Он потянулся и закинул голову к солнцу, зажмурив глаза. Из его груди вырвался звук вроде мурлыканья, превратился в смешок.
– На Вчире? Не знаю, не считаю. Наверное, уже около века. Плюс-минус.
– А Вирджиния говорит, Жучки устранились пару десятков лет назад.
– Да, примерно. Как я уже сказал, Сиерра иногда еще выходит на дело. Но большинство из нас не участвовали ни в чем хуже пляжной драки уже лет десять, двенадцать.
– Тогда будем надеяться, ты не заржавел.
Он метнул в меня еще одну ухмылку.
– А ты-то уже нас просчитал.
Я покачал головой.
– Нет, я просто внимательно слушаю. «Это затронет нас всех, так или иначе?» Тут ты прав. Ты на это пойдешь, что бы ни решили остальные. Для тебя это серьезно.

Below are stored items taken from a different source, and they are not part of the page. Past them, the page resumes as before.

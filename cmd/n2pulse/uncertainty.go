package main

import (
	"fmt"
	"io"
	"strings"
	"text/tabwriter"

	"n2pulse/kinetics/study"
	"n2pulse/units"
)

// uncertaintyMetrics are the figures of merit the run command prints a band for, with units.
var uncertaintyMetrics = []struct{ name, label, unit string }{
	{"energy_front_J", "pulse energy, output end", "J"},
	{"energy_total_J", "pulse energy, both ends", "J"},
	{"peak_power_W", "peak power, output end", "W"},
	{"fwhm_s", "FWHM", "s"},
}

// printUncertainty writes the bands of the headline figures of merit and the three constants
// that drive each most.
func printUncertainty(w io.Writer, r *study.UncertaintyResult) {
	fmt.Fprintf(w, "\nuncertainty: %d samples of the uncertain constants (Latin hypercube, seed %d)", r.Samples, r.Seed)
	if r.Failed > 0 {
		fmt.Fprintf(w, "; %d failed and are left out", r.Failed)
	}
	if r.Truncated > 0 {
		fmt.Fprintf(w, "; %d truncated (pulse outlasted the run)", r.Truncated)
	}
	fmt.Fprintln(w)
	ok := r.Samples - r.Failed
	switch {
	case r.MayNotLase():
		fmt.Fprintf(w, "  MAY NOT LASE: %d of %d samples reach the lasing threshold; the band straddles it\n", r.Lasing, ok)
	case r.Lasing == 0:
		fmt.Fprintf(w, "  none of the %d samples reaches the lasing threshold\n", ok)
	default:
		fmt.Fprintf(w, "  all %d samples reach the lasing threshold\n", ok)
	}
	tw := tabwriter.NewWriter(w, 0, 0, 2, ' ', 0)
	fmt.Fprintln(tw, "figure\t5 %\tmedian\t95 %\tdriven most by (rank correlation)")
	for _, m := range uncertaintyMetrics {
		b, ok := r.Metric(m.name)
		if !ok {
			fmt.Fprintf(tw, "%s\t–\t–\t–\tundefined in most samples\n", m.label)
			continue
		}
		var drv []string
		for _, d := range b.Drivers[:min(3, len(b.Drivers))] {
			drv = append(drv, fmt.Sprintf("%s %+.2f", strings.TrimPrefix(d.Key, "levels."), d.RankCorrelation))
		}
		fmt.Fprintf(tw, "%s\t%s\t%s\t%s\t%s\n", m.label, units.Format(b.P05, m.unit), units.Format(b.P50, m.unit),
			units.Format(b.P95, m.unit), strings.Join(drv, ", "))
	}
	tw.Flush()
	fmt.Fprintln(w, "  the constants, their ranges and sources: package kinetics/design, Spreads (level constants with a published spread or an estimate's range)")
}

// uncertaintyJSON is the "uncertainty" block of run --json: samples, seed, the sampled
// constants, failed, truncated and lasing counts, may_not_lase (the samples straddle the
// threshold), "<figure>_p05", "<figure>_p50" and "<figure>_p95" for
// every numeric figure of merit with a band, and "drivers": per figure, the constants by
// decreasing |rank correlation|. nil gives nil (no block).
func uncertaintyJSON(r *study.UncertaintyResult) map[string]any {
	if r == nil {
		return nil
	}
	out := map[string]any{"samples": r.Samples, "seed": r.Seed, "constants": r.Keys,
		"failed": r.Failed, "truncated": r.Truncated, "lasing": r.Lasing, "may_not_lase": r.MayNotLase()}
	drivers := map[string][]study.Driver{}
	for _, m := range r.Metrics {
		out[m.Metric+"_p05"], out[m.Metric+"_p50"], out[m.Metric+"_p95"] = m.P05, m.P50, m.P95
		drivers[m.Metric] = m.Drivers
	}
	out["drivers"] = drivers
	return out
}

– Ах, так? – Бразилия улегся на песок и закрыл глаза. – Тогда подумай вот о чем. Этого ты наверняка не знаешь. Когда куэллисты сражались с Первыми Семьями за власть над континентом Новый Хоккайдо, было много разговоров об отрядах карателей, которые выслеживали Куэлл и других из Особого комитета. Их ответ на Черные бригады. И знаешь, что они сделали?
– Да, знаю.
Он приоткрыл один глаз.
– Знаешь?
– Нет. Просто не люблю риторических вопросов. Хочешь что-то рассказать – рассказывай.
Он снова закрыл глаза. Мне показалось, по его лицу промелькнуло что-то похожее на боль.
– Ладно. Знаешь, что такое инфошрапнель?
– Конечно, – термин был давний, почти устаревший. – Дешевый вирусняк. Каменный век. Исковерканные отрывки стандартного кода в вещательной матрице. Забрасываешь во вражеские системы, и вирусы пытаются выполнить те зацикленные функции, которые в них прописаны изначально. Забивают действующий код непоследовательными командами. По крайней мере в теории. Как я слышал, работало оно не очень.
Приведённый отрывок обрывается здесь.